▶ TASK DETAILS: Gather all lines in the data that hold the string "forced".

***

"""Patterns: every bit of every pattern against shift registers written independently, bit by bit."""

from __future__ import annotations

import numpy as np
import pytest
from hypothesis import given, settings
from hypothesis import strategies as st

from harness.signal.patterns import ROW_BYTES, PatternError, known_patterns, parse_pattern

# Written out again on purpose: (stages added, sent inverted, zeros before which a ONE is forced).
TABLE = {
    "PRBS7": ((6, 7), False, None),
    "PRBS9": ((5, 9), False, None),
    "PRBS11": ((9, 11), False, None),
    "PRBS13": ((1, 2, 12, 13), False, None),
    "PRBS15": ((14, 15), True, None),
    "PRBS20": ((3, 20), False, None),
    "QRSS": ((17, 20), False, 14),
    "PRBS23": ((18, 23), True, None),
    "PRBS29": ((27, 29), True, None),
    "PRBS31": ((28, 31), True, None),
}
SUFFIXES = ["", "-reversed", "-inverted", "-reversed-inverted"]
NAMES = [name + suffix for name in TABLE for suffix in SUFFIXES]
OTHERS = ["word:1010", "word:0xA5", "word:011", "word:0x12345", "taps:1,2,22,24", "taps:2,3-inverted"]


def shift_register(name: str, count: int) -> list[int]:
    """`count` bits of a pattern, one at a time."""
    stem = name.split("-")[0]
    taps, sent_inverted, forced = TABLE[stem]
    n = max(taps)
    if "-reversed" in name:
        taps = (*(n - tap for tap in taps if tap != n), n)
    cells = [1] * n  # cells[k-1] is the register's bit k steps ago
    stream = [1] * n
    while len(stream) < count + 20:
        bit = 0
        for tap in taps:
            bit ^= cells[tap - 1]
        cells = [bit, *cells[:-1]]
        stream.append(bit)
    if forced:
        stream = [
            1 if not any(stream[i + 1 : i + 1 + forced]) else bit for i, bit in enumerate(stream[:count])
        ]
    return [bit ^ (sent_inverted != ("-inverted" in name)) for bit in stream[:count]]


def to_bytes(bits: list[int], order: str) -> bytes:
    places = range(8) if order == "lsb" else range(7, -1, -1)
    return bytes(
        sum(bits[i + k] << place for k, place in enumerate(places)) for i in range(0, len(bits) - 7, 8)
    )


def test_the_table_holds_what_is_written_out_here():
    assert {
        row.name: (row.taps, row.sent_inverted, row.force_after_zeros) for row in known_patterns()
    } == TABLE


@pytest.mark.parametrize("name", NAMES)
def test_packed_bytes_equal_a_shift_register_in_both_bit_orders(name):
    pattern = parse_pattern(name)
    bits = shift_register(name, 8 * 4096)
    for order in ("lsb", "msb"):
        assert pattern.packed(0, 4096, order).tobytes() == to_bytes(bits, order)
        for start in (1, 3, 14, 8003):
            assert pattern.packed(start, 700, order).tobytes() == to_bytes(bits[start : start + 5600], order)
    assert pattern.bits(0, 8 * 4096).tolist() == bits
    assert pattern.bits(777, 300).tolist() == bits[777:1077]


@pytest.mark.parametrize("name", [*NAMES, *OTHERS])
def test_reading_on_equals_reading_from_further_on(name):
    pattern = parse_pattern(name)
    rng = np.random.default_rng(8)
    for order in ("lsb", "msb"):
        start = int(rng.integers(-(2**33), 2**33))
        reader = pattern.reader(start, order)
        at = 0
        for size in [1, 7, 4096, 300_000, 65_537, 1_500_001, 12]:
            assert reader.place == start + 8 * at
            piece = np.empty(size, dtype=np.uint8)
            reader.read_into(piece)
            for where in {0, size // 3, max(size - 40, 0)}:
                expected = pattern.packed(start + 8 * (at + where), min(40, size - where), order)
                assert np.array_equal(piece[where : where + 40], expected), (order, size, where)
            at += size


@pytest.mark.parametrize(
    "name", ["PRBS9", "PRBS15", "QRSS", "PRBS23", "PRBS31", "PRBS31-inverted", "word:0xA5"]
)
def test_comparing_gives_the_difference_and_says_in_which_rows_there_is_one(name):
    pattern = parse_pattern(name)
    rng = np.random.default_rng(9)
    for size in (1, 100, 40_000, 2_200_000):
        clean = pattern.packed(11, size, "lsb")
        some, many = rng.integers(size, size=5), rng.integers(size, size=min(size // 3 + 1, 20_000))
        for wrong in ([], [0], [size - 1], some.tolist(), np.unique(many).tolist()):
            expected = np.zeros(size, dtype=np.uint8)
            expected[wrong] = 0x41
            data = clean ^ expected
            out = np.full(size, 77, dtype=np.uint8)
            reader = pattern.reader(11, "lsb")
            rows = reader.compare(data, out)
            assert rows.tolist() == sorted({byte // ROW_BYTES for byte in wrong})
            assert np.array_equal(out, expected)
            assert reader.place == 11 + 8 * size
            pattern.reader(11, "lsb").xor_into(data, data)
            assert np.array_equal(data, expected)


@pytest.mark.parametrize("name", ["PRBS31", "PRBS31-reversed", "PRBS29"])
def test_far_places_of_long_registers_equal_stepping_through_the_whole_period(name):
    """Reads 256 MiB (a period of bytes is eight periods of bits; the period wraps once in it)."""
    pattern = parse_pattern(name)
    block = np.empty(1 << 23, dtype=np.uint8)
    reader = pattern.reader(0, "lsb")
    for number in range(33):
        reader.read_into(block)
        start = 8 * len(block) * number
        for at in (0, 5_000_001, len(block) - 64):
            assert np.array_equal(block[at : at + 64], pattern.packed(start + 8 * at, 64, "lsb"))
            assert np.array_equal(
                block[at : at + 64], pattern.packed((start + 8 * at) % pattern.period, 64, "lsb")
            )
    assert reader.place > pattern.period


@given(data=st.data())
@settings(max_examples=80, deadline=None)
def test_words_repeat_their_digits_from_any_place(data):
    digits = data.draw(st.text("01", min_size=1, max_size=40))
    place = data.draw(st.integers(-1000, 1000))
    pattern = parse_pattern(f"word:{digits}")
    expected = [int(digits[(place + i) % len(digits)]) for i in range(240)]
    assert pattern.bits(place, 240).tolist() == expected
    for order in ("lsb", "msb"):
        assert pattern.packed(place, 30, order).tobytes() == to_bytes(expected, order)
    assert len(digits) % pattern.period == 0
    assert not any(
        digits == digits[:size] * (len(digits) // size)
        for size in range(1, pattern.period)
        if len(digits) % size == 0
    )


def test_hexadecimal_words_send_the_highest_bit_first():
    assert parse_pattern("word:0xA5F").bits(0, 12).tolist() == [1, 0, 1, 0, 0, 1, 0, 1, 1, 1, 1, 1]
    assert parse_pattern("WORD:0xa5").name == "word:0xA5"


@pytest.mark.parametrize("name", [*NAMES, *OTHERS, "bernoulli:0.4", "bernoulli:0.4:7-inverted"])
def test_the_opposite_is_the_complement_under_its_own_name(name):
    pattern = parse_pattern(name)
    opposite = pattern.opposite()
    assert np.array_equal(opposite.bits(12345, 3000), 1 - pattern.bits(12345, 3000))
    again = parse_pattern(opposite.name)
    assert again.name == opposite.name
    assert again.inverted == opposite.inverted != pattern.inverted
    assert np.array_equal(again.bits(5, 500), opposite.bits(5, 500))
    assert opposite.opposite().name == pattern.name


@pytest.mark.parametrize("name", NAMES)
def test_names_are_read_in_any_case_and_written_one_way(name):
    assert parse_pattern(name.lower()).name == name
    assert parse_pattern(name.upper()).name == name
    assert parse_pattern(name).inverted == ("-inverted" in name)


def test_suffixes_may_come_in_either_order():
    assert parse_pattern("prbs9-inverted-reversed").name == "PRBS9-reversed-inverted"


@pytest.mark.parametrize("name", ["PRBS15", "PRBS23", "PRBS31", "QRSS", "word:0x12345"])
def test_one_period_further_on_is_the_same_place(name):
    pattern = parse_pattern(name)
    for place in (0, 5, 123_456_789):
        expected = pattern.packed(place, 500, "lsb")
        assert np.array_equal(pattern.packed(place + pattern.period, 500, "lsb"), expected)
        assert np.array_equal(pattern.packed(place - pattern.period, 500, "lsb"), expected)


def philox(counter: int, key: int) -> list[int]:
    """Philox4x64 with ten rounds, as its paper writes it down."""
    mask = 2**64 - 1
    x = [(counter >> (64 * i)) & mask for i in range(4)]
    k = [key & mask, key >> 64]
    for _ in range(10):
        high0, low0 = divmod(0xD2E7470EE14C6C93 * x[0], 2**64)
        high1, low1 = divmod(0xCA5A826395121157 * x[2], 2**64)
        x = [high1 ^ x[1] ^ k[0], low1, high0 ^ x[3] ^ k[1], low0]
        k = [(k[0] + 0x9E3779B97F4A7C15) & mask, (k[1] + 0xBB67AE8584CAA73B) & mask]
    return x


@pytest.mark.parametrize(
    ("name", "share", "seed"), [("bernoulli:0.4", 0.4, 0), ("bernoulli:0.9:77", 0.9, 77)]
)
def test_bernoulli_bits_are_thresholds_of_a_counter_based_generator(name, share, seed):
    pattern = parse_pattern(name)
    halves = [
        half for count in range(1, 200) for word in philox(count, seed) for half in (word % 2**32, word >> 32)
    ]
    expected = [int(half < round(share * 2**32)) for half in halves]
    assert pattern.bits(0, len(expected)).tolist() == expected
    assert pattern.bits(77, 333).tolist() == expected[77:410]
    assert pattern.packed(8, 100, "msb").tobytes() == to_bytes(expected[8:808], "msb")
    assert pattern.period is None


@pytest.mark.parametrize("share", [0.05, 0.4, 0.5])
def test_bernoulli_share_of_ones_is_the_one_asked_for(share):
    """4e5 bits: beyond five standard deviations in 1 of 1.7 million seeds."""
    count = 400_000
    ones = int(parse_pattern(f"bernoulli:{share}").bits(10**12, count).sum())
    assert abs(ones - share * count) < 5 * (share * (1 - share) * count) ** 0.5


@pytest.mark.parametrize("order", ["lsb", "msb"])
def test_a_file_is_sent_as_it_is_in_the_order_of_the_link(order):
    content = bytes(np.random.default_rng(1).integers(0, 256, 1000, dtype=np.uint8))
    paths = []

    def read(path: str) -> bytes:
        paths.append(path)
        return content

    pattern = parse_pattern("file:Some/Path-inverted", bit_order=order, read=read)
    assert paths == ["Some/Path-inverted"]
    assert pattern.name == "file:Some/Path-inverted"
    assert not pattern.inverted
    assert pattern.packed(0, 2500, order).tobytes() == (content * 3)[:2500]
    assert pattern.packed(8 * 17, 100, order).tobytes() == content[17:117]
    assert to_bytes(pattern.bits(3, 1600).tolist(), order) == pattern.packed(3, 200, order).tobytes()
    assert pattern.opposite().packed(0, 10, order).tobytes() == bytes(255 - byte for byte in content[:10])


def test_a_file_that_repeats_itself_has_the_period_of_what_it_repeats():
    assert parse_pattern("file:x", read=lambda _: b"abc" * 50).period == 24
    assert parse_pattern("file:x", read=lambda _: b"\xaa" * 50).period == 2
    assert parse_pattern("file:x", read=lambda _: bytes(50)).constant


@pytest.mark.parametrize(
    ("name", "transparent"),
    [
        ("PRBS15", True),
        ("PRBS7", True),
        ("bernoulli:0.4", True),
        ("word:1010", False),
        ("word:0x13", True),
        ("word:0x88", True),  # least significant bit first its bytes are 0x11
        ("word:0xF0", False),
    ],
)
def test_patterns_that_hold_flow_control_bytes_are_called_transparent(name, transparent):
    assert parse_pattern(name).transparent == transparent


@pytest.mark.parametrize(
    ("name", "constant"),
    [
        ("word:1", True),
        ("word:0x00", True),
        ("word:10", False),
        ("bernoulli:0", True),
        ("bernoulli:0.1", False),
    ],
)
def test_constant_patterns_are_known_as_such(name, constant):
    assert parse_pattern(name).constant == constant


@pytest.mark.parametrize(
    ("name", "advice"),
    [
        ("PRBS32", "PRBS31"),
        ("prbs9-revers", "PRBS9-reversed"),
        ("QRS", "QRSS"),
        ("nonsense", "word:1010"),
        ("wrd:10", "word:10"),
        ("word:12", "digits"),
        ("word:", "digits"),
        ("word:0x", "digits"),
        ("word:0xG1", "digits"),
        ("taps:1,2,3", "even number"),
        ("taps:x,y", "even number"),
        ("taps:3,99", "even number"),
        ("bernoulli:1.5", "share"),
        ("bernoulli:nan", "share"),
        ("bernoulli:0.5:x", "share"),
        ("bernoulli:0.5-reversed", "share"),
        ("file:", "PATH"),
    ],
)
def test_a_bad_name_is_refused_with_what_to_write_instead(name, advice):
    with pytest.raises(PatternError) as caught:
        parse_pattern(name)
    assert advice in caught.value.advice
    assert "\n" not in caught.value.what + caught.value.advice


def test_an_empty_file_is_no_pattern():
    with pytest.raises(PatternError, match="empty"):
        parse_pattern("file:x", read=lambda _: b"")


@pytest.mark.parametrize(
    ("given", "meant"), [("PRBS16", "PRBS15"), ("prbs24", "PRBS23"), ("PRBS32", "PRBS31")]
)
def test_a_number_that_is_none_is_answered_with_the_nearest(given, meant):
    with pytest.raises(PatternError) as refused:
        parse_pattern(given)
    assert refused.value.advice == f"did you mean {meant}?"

***

▶ ANSWER BELOW:
# Written out again on purpose: (stages added, sent inverted, zeros before which a ONE is forced).
    taps, sent_inverted, forced = TABLE[stem]
    if forced:
            1 if not any(stream[i + 1 : i + 1 + forced]) else bit for i, bit in enumerate(stream[:count])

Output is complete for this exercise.